I jsut recently got my betta and when i put food in his bowl he'll get it in hos mouth then spit it back out. The food sits at the top for a long time and by morning ends up sinking to the bottom. ive had to clean his bowl b/c of the food settling at the bottom. he eats Aquarian Betta Pellet Food which was recommeded by the perosn at Petsmart when i bought him. he is making awesome bubble nests......and swims....flares his fins so i dont know what could be wrong. 
ive had him for abour 3 weeks and didnt notice the problem until jsut recently.
what can i do?


----------



## anasfire23 (Jan 19, 2005)

If you've only been feeding him the same food the entire time that might be the problem. Bettas like variety,as we do, and it's better for them if you give them a variety of foods. It'd be like expecting us to live off only bread 24/7! Feeding only pellet/flake type foods can also cause them to become constipated which will also effect his appetite.
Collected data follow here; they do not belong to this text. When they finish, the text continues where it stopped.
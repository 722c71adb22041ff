"""The project file: defaults, relative paths, unknown keys, types, template."""

import tomllib

import pytest

from geosp.errors import InputError
from geosp.io.project import TEMPLATE, read_project, write_template


def _write(tmp_path, text):
    path = tmp_path / "p.toml"
    path.write_text(text)
    return path


MINIMAL = '[stations]\npath = "s.shp"\nid = "STN"\nvalue_mv = "SP"\n[faults]\npath = "f.gpkg"\n'


def test_minimal_project_gets_defaults_and_resolved_paths(tmp_path):
    project = read_project(_write(tmp_path, MINIMAL), stage_defaults={"grid": {"cell_size_m": "auto"}})
    assert project.stations["path"] == str((tmp_path / "s.shp").resolve())
    assert project.stations["line"] == ""
    assert project.stages["grid"] == {"cell_size_m": "auto"}
    assert project.readings is None and project.dem is None


def test_unknown_key_suggests_nearest(tmp_path):
    with pytest.raises(InputError) as err:
        read_project(_write(tmp_path, MINIMAL + 'layr = "x"\n'))
    assert "unknown key 'layr' in [faults]" in str(err.value)
    assert "Did you mean 'layer'" in str(err.value)


def test_unknown_stage_option_suggests_nearest(tmp_path):
    with pytest.raises(InputError) as err:
        read_project(_write(tmp_path, MINIMAL + "[grid]\ncell_sise_m = 20\n"),
                     stage_defaults={"grid": {"cell_size_m": "auto"}})
    assert "Did you mean 'cell_size_m'" in str(err.value)


def test_wrong_type_and_missing_section_reported_together(tmp_path):
    text = '[stations]\npath = "s.shp"\nid = "STN"\n[reduce]\ndrift = "yes"\n'
    with pytest.raises(InputError) as err:
        read_project(_write(tmp_path, text), stage_defaults={"reduce": {"drift": True}})
    message = str(err.value)
    assert "2 problems" in message
    assert "drift = 'yes' has the wrong type" in message and "true or false" in message
    assert "[faults] section is missing" in message


def test_true_or_false_may_replace_auto_where_the_option_takes_both(tmp_path):
    defaults = {"reduce": {"terrain": "auto", "terrain_corridor_m": "auto"},
                "fit": {"fit_sigma_ratio": "auto"}}
    text = MINIMAL + "[reduce]\nterrain = false\n[fit]\nfit_sigma_ratio = true\n"
    project = read_project(_write(tmp_path, text), stage_defaults=defaults)
    assert project.stages["reduce"]["terrain"] is False
    assert project.stages["fit"]["fit_sigma_ratio"] is True
    # A number-or-"auto" option still refuses true/false.
    with pytest.raises(InputError) as err:
        read_project(_write(tmp_path, MINIMAL + "[reduce]\nterrain_corridor_m = true\n"),
                     stage_defaults=defaults)
    assert "terrain_corridor_m = True has the wrong type" in str(err.value)


def test_toml_syntax_error_names_file(tmp_path):
    path = _write(tmp_path, "[stations\npath = s.shp\n")
    with pytest.raises(InputError) as err:
        read_project(path)
    assert "p.toml" in str(err.value) and "not valid TOML" in str(err.value)


def test_template_is_valid_toml_and_refuses_to_overwrite(tmp_path):
    tomllib.loads(TEMPLATE)
    path = write_template(tmp_path / "new.toml")
    data = tomllib.loads(path.read_text())
    assert set(data) == {"survey", "stations", "faults"}
    with pytest.raises(InputError, match="already exists"):
        write_template(path)
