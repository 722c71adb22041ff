"""
A folder holds the outputs of one run (docs/outputs.md, "How outputs are written"): the set is
staged and moved in together, a second concurrent run is refused, stale files are cleaned.
"""

from __future__ import annotations

import json

import filelock
import pytest

from geosp.cli import main
from geosp.errors import InputError
from geosp.io.atomic import output_set
from tests.conftest import write_survey
from tests.test_robustness import FAST


def _old_set(out, names=("interpretation.gpkg", "map.html", "report.html", "run.json")):
    out.mkdir(parents=True, exist_ok=True)
    for name in names:
        (out / name).write_text(f"old {name}")


def test_new_set_replaces_the_old_one_and_stale_names_go(tmp_path):
    out = tmp_path / "out"
    _old_set(out)
    with output_set(out) as staging:
        (staging / "interpretation.gpkg").write_text("new")
        (staging / "run.json").write_text("{}")
    assert sorted(p.name for p in out.iterdir() if not p.name.startswith(".")) == ["interpretation.gpkg",
                                                                                    "run.json"]
    assert (out / "interpretation.gpkg").read_text() == "new"
    assert list((out / ".geosp").iterdir()) == []


def test_failure_while_writing_leaves_the_old_set_untouched(tmp_path):
    out = tmp_path / "out"
    _old_set(out)
    with pytest.raises(RuntimeError), output_set(out) as staging:
        (staging / "interpretation.gpkg").write_text("new")
        raise RuntimeError("publishing failed")
    assert all((out / n).read_text() == f"old {n}" for n in ("interpretation.gpkg", "map.html", "run.json"))
    assert not (out / ".geosp").exists()  # created by the failed run, so removed with it


def test_folder_created_by_a_failed_run_is_removed(tmp_path):
    out = tmp_path / "new" / "out"
    with pytest.raises(ValueError), output_set(out):
        raise ValueError("bad input")
    assert not out.exists()


def test_journal_left_by_a_hard_kill_is_completed_first(tmp_path):
    """The state a kill during the move leaves: some files moved, the rest still staged."""
    out = tmp_path / "out"
    _old_set(out)
    staging = out / ".geosp" / "staging-dead0001"
    staging.mkdir(parents=True)
    (out / "interpretation.gpkg").write_text("new")  # already moved
    (staging / "run.json").write_text("new run")  # not yet
    plan = {"staging": staging.name, "new": ["interpretation.gpkg", "run.json"], "remove": ["map.html"]}
    (out / ".geosp" / "swap.json").write_text(json.dumps(plan))
    said = []
    with output_set(out, say=said.append) as fresh:
        # Inside the next run the folder already holds the interrupted run's whole set.
        assert (out / "run.json").read_text() == "new run"
        assert not (out / "map.html").exists()
        assert (out / "report.html").read_text() == "old report.html"  # not in the plan: untouched
        (fresh / "run.json").write_text("third")
    assert "interrupted run" in said[0]
    assert not staging.exists()


def test_stale_temporary_files_are_removed(tmp_path):
    out = tmp_path / "out"
    _old_set(out)
    (out / ".interpretation.tmp-1a2b3c4d.gpkg").write_text("half")
    (out / ".geosp").mkdir()
    (out / ".geosp" / "staging-0badf00d").mkdir()
    (out / ".geosp" / "staging-0badf00d" / "map.html").write_text("half")
    (out / ".geosp" / ".state.json-x.tmp").write_text("half")
    with output_set(out) as staging:
        (staging / "run.json").write_text("{}")
    assert sorted(p.name for p in out.iterdir()) == [".geosp", "run.json"]
    assert list((out / ".geosp").iterdir()) == []


def test_second_writer_is_refused(tmp_path):
    out = tmp_path / "out"
    with output_set(out):
        with pytest.raises(InputError, match="another geosp run is writing"), output_set(out):
            pass


@pytest.mark.slow
def test_concurrent_run_into_the_same_folder_exits_2(tmp_path, capsys):
    project = write_survey(tmp_path / "s", "shp", extra_project=FAST)
    out = tmp_path / "out"
    (out / ".geosp").mkdir(parents=True)
    with filelock.FileLock(out / ".geosp" / "lock", timeout=0):  # what a running geosp holds
        code = main(["run", str(project), "--out", str(out)])
    err = capsys.readouterr().err
    assert code == 2
    assert "another geosp run is writing into this folder" in err
    assert main(["run", str(project), "--out", str(out), "--quiet"]) == 0


@pytest.mark.slow
def test_single_stage_command_leaves_no_output_of_an_earlier_run(tmp_path):
    project = write_survey(tmp_path / "s", "shp", extra_project=FAST.replace("map = false", "map = true"))
    out = tmp_path / "out"
    assert main(["run", str(project), "--out", str(out), "--quiet"]) == 0
    assert (out / "map.html").exists()
    assert main(["detect", str(project), "--out", str(out), "--quiet"]) == 0
    assert not (out / "map.html").exists()  # it showed the earlier run's sources
    listed = json.loads((out / "run.json").read_text())["outputs"]
    on_disk = {p.name for p in out.iterdir() if not p.name.startswith(".")} - {"run.json"}
    assert set(listed) == on_disk
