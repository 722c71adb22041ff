"""
Write docs/project-file.md and docs/commands.md from the code.

The project-file reference lists every section and key of a geosp project
file with its default and meaning:

- the input sections ([survey], [stations], [readings], [faults], [dem]) and
  their defaults come from ``geosp.io.project.INPUT_SECTIONS`` and
  ``REQUIRED``; their descriptions are written below (``INPUT_HELP``);
- the stage sections ([reduce], [grid], [detect], [fit], [publish]) come from
  ``geosp.pipeline.stage_defaults()``, and each key's description from the
  numpydoc "Parameters" section of the stage entry function that owns it.

The command reference holds the usage text of every ``geosp`` command, from
the argparse parser in ``geosp.cli``.

Run from the repository root::

    python docs/make_reference.py            # rewrite both files
    python docs/make_reference.py --check    # exit 1 if either is out of date

The output is deterministic: it depends only on the code, never on the time,
the machine or the terminal width.
"""

from __future__ import annotations

import argparse
import inspect
import os
import re
import sys
from pathlib import Path

HERE = Path(__file__).resolve().parent
PROJECT_FILE_MD = HERE / "project-file.md"
COMMANDS_MD = HERE / "commands.md"

# Section -> the entry functions whose keyword-only options make its keys
# (the same functions geosp.pipeline.stage_defaults() reads).
STAGE_FUNCTIONS = {
    "reduce": ("geosp.reduce:reduce_survey",),
    "grid": ("geosp.grid:grid_stations",),
    "detect": ("geosp.segments:make_segments", "geosp.interpret:detect_sources"),
    "fit": ("geosp.interpret:fit_sources",),
    "publish": ("geosp.pipeline:publish_options",),
}

SECTION_INTRO = {
    "survey": "Name and working coordinate reference system of the survey.",
    "stations": (
        "The station file: total-field SP values, or only the station positions when the values "
        "come from `[readings]`. Column names are case-sensitive."),
    "readings": (
        "Optional raw gradient (dipole) readings, for example a leapfrog survey. geosp corrects "
        "them for electrode offset and drift, integrates them along the lines, closes the loops by "
        "network adjustment and ties everything to the reference station."),
    "faults": "The mapped fault traces (LineString or MultiLineString features).",
    "dem": "Optional digital elevation model, for station elevations and the terrain correction.",
    "reduce": "Reduction of the readings to total field: drift, ties, loops, terrain, outliers.",
    "grid": "Gridding of the reduced stations into `sp_grid.tif` (for display and QC; fits use the stations).",
    "detect": ("Cutting the faults into segments, and selecting the sources of the survey model one "
               "at a time against a calibrated false-alarm rate (each one fitted as it is added)."),
    "fit": "Uncertainties of the selected sources, from the whole survey model at once.",
    "publish": "The web map and the report.",
}

# Descriptions of the input-section keys (contract: "Inputs" and "Project file").
INPUT_HELP = {
    "survey": {
        "name": "Survey name shown on the map and the report. Default: the project file's name.",
        "crs": ("Working CRS, an EPSG code such as `\"EPSG:32633\"` or a WKT string; it must be "
                "projected (metres). Default: the UTM zone of the stations' centroid, chosen "
                "automatically and reported by `geosp check`. Every distance geosp reports is in "
                "metres in this CRS."),
    },
    "stations": {
        "path": ("Station file: ESRI Shapefile (`.shp`, or zipped `.zip`), GeoPackage (`.gpkg`), "
                 "GeoJSON (`.geojson`) or CSV (`.csv`). Vector files must carry their CRS (a `.prj` "
                 "beside a shapefile). Relative to the project file."),
        "layer": "GeoPackage layer name; optional when the file holds one layer.",
        "id": "Column holding the station id (text). Repeated ids are reoccupations of the same station.",
        "value_mv": ("Column holding the SP value in mV: total field relative to a reference station. "
                     "Omit it when the values come from `[readings]`."),
        "line": "Column holding the survey line id (optional; used for outlier checks, cross-validation and profiles).",
        "elevation": "Column holding the station elevation in m (optional; the `[dem]`, when given, is used instead).",
        "time": ("Column holding the reading time, ISO 8601 (`2026-05-11T09:30:00`). Needed when a "
                 "station id repeats with different values (base or tie reoccupations)."),
        "sigma_mv": "Column holding each station's 1-sigma uncertainty in mV (optional; blank = unknown).",
        "lon": "CSV only: longitude column, WGS 84 degrees. Default `lon` when neither x/y nor lon/lat is given.",
        "lat": "CSV only: latitude column, WGS 84 degrees. Default `lat`.",
        "x": "CSV only: easting column in the projected CRS named by `crs` (instead of lon/lat).",
        "y": "CSV only: northing column in the projected CRS named by `crs`.",
        "crs": "CSV only, with `x`/`y`: their CRS (EPSG code or WKT, projected, metres).",
        "value_scale": ("Multiply every value by this number. Use 1000 when the file holds volts; "
                        "geosp stops with an error when all values look like volts (below 2 in size)."),
    },
    "readings": {
        "path": "CSV file of gradient readings, one reading per row, in time order.",
        "line": "Column holding the line id of each reading.",
        "from": "Column holding the station id of the `from` electrode.",
        "to": "Column holding the station id of the `to` electrode.",
        "time": "Column holding the reading time, ISO 8601 (local time without a zone is fine if it is consistent).",
        "value_mv": "Column holding the potential difference in mV: potential at `to` minus potential at `from`, as read.",
        "electrode_checks": ("Optional CSV of electrode checks (both electrodes side by side): a time "
                             "and the pair offset in mV. Used for the drift correction."),
        "checks_time": "Time column of the electrode-checks file (ISO 8601).",
        "checks_offset_mv": "Offset column of the electrode-checks file, mV.",
        "reference_station": ("Station whose potential is 0; every value is relative to it. "
                              "Default: the `from` station of the first reading."),
    },
    "faults": {
        "path": "Fault file: Shapefile, GeoPackage or GeoJSON of LineString/MultiLineString features, any CRS with a definition (reprojected to the working CRS).",
        "layer": "GeoPackage layer name; optional when the file holds one layer.",
        "id": "Column holding the fault id. Default: the feature order (1, 2, ...).",
        "dip_deg": "Column holding the mapped dip in degrees (0-90). Blank or NULL = unknown: the dip is fitted.",
        "dip_dir_deg": ("Column holding the mapped dip direction, degrees clockwise from grid north. "
                        "Blank = unknown: the fit searches both sides of the trace."),
    },
    "dem": {
        "path": ("Elevation raster in metres (GeoTIFF or any GDAL raster) with a CRS. It must cover "
                 "every station; give it a margin of several hundred metres."),
    },
}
Have you noticed him being at all lethargic or swimming on an odd angle? If so, try feeding him the inside of a shelled cooked pea...that will sort his constipation out nicely. My other suggestion is to go and buy some frozen brine shrimp, blood worms or daphnia and feed him pellets in the morning and one of the live foods (a small amount shaved off the block and defrosted) at night. They are relativity easy to find and a pack will easily last you almost 6 months with only one Betta to feed. This will help keep him regular as well as give him a little variety in his diet, I can almost guarantee that even if he still won't eat his pellets he will definitely eat the live food!

Good Luck!


----------



## fishiesrfriends (Oct 18, 2006)

It's probably because you just got him, bettas tend to settle in the first days, even up to 2 weeks and often won't eat their food/spit it out. I know my Kenni didn't eat for a while. Try feeding him some yummy treats like bloodworms or brine shrimp and he might want to eat then :roll: . You could also try flakes, the pellets might be too big for him to swallow.


----------